= Jacob Flowers =

Jacob Flowers was an early white 19th century settler in Larimer County, Colorado. He was the founder of the town of Bellvue northwest of Fort Collins.

==Biography==

Prior to the American Civil War, Flowers owned and operated three river boats along the Ohio River carrying passengers between Marietta, Ohio and St. Louis, Missouri. After two of his boats were destroyed in a sudden storm, he took the remaining boat and sailed down the Ohio to St. Louis, then up the Missouri River to Kansas City, Kansas, where he settled with his family in Wyandotte (now part of Kansas City). In 1873 he organized the Wyandotte Colony, a party of settlers, and led them west to the Colorado Territory to settle at the Union Colony at Greeley, which had been founded three years early as a religiously-oriented agricultural cooperative.

Flowers was not contented at the Union Colony, however, and he relocated later that year upstream on the Cache la Poudre River to just west of Fort Collins, in an area just west of the Dakota Hogback known as Pleasant Valley. The valley had been settled by white homesteaders starting in 1860, and the area just south of the town near Stout (under present-day Horsetooth Reservoir) was the location of stone quarries developed by the Union Pacific Railroad. Flowers established and platted the town of Bellvue in the valley.
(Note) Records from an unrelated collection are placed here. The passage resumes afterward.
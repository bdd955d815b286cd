/** Where one chosen file is: waiting for the request, being sent, stored, or failed. */
export type AttachmentUploadPhase = 'waiting' | 'uploading' | 'stored' | 'failed';

/** One file chosen for a booking request; replaced, never mutated, as it moves on. */
export interface AttachmentUpload {
  /** Stable key for the list. */
  readonly key: number;
  readonly file: File;
  readonly phase: AttachmentUploadPhase;
  /** Share of the bytes sent, 0–1. */
  readonly progress: number;
  /** Why the upload failed. */
  readonly message: string;
}
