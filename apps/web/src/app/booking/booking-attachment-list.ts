import { ChangeDetectionStrategy, Component, inject, input, signal } from '@angular/core';
import { MatButtonModule } from '@angular/material/button';
import { MatIconModule } from '@angular/material/icon';
import type { BookingAttachment } from '@tunnelwright/contracts';
import { problemMessage } from '../core/problem-message';
import { fileSizeText } from '../shared/file-size-text';
import { BookingApi } from './booking-api';

/** A booking's drawings, photos and documents, each downloaded through the signed-in session. */
@Component({
  selector: 'tw-booking-attachment-list',
  changeDetection: ChangeDetectionStrategy.OnPush,
  imports: [MatButtonModule, MatIconModule],
  template: `
    @for (attachment of attachments(); track attachment.id) {
      <div class="attachment">
        <span>{{ attachment.filename }} ({{ size(attachment.sizeBytes) }})</span>
        <button mat-icon-button type="button" [attr.aria-label]="'Download ' + attachment.filename" [disabled]="downloadingId() === attachment.id" (click)="download(attachment)">
          <mat-icon class="material-icons">download</mat-icon>
        </button>
      </div>
    } @empty {
      No documents yet; drawings sent with the request and result sheets appear here.
    }
    @if (downloadError(); as message) {
      <p class="error" role="alert">{{ message }}</p>
    }
  `,
  styles: `
    .attachment {
      display: flex;
      align-items: center;
      gap: 4px;
    }
    .error {
      color: var(--mat-sys-error);
      margin: 4px 0;
    }
  `,
})
export class BookingAttachmentList {
  private readonly api = inject(BookingApi);

  readonly bookingId = input.required<string>();
  readonly attachments = input.required<readonly BookingAttachment[]>();

  protected readonly downloadingId = signal<string | null>(null);
  protected readonly downloadError = signal<string | null>(null);

  protected size(bytes: number): string {
    return fileSizeText(bytes);
  }

  /** Fetches the file with the session's credentials and hands it to the browser as a download. */
  protected download(attachment: BookingAttachment): void {
    this.downloadError.set(null);
    this.downloadingId.set(attachment.id);
    this.api.attachment(this.bookingId(), attachment.id).subscribe({
      next: (blob) => {
        this.downloadingId.set(null);
        const url = URL.createObjectURL(blob);
        const link = document.createElement('a');
        link.href = url;
        link.download = attachment.filename;
        link.click();
        URL.revokeObjectURL(url);
      },
      error: (error: unknown) => {
        this.downloadingId.set(null);
        this.downloadError.set(problemMessage(error, `${attachment.filename} could not be downloaded. Try again.`));
      },
    });
  }
}
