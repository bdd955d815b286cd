import { HarnessLoader } from '@angular/cdk/testing';
import { TestbedHarnessEnvironment } from '@angular/cdk/testing/testbed';
import { ComponentFixture, TestBed } from '@angular/core/testing';
import { MatButtonHarness } from '@angular/material/button/testing';
import { MatFormFieldHarness } from '@angular/material/form-field/testing';
import { MatInputHarness } from '@angular/material/input/testing';
import { MatSelectHarness } from '@angular/material/select/testing';
import type { QuoteInput } from '@tunnelwright/contracts';
import { QuoteEditor } from './quote-editor';
import { quoteTotalMinor } from './quote-totals';

async function open(): Promise<{ fixture: ComponentFixture<QuoteEditor>; loader: HarnessLoader; sent: QuoteInput[] }> {
  TestBed.configureTestingModule({ imports: [QuoteEditor] });
  const fixture = TestBed.createComponent(QuoteEditor);
  fixture.componentRef.setInput('currency', 'EUR');
  fixture.componentRef.setInput('hours', 8);
  fixture.componentRef.setInput('hourlyRateMinor', 15050);
  const sent: QuoteInput[] = [];
  fixture.componentInstance.quoteSubmitted.subscribe((quote) => sent.push(quote));
  await fixture.whenStable();
  return { fixture, loader: TestbedHarnessEnvironment.loader(fixture), sent };
}

const total = (fixture: ComponentFixture<QuoteEditor>) =>
  (fixture.nativeElement as HTMLElement).querySelector('[data-testid="quote-total"]')?.textContent?.trim();

async function inputs(loader: HarnessLoader, label: RegExp): Promise<MatInputHarness[]> {
  const fields = await loader.getAllHarnesses(MatFormFieldHarness.with({ floatingLabelText: label }));
  return Promise.all(fields.map(async (field) => (await field.getControl(MatInputHarness)) as MatInputHarness));
}

describe('quoteTotalMinor', () => {
  it('sums quantity × unit price exactly in minor units', () => {
    expect(quoteTotalMinor([{ quantity: 3, unitPriceMinor: 10 }, { quantity: 1, unitPriceMinor: 20 }])).toBe(50);
    expect(quoteTotalMinor([])).toBe(0);
  });
});

describe('QuoteEditor', () => {
  it('prefills the tunnel hours at the hourly rate and totals them', async () => {
    const { fixture } = await open();
    expect(total(fixture)).toBe('Total €1,204.00');
  });

  it('adds set-up and staff lines to the total without rounding drift', async () => {
    const { fixture, loader, sent } = await open();
    await (await loader.getHarness(MatButtonHarness.with({ text: /Add line/ }))).click();
    await (await loader.getHarness(MatButtonHarness.with({ text: /Add line/ }))).click();
    const kinds = await loader.getAllHarnesses(MatSelectHarness);
    await kinds[1]?.open();
    await kinds[1]?.clickOptions({ text: 'Set-up' });
    await kinds[2]?.open();
    await kinds[2]?.clickOptions({ text: 'Staff' });
    const quantities = await inputs(loader, /^Quantity/);
    const prices = await inputs(loader, /^Unit price/);
    await prices[1]?.setValue('0.10');
    await quantities[2]?.setValue('3');
    await prices[2]?.setValue('0.20');
    expect(total(fixture)).toBe('Total €1,204.70');

    await (await loader.getHarness(MatButtonHarness.with({ text: 'Send quote' }))).click();
    expect(sent).toEqual([
      {
        currency: 'EUR',
        note: '',
        lines: [
          { kind: 'tunnel_hours', description: '', quantity: 8, unitPriceMinor: 15050 },
          { kind: 'setup', description: '', quantity: 1, unitPriceMinor: 10 },
          { kind: 'staff', description: '', quantity: 3, unitPriceMinor: 20 },
        ],
      },
    ]);
  });

  it('refuses a fractional quantity and explains', async () => {
    const { fixture, loader, sent } = await open();
    const [quantity] = await inputs(loader, /^Quantity/);
    await quantity?.setValue('1.5');
    await (await loader.getHarness(MatButtonHarness.with({ text: 'Send quote' }))).click();
    const field = await loader.getHarness(MatFormFieldHarness.with({ floatingLabelText: /^Quantity/ }));
    expect(await field.getTextErrors()).toEqual(['A whole number from 1 to 10,000']);
    expect(sent).toEqual([]);
    expect(total(fixture)).toBe('Total €0.00');
  });
});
In 1880, Flowers founded a general store in Bellvue to cater to the quarry workers and their families. He built a one-story sandstone building to house a general store. The building, which still stands, later became the local meeting of the Grange in the 20th century and today is known as the "Bellvue Grange". On June 24, 1884, he opened the first post office in Bellvue at his store. Flowers also built a horse racing track and grandstand for community gathers, dog and pony shows, and traveling medicine shows. He developed and garden and raised pigs for unfortunate families of quarry workers, a generosity that earned him the name "Uncle Jacob" in the local press during his lifetime.

He also surveyed a road through the foothills west of Bellvue south of Rist Canyon. The road was widely used for passage along the south bank of the Poudre River, as well as to access the timber in the foothills. The road was eventually extended over Lulu Pass and became known as the Flowers Road. It fell into disuse after the construction of present-day State Highway 14 through the Poudre Canyon. The road is sporadically marked as a foot trail through the foothills in the Roosevelt National Forest.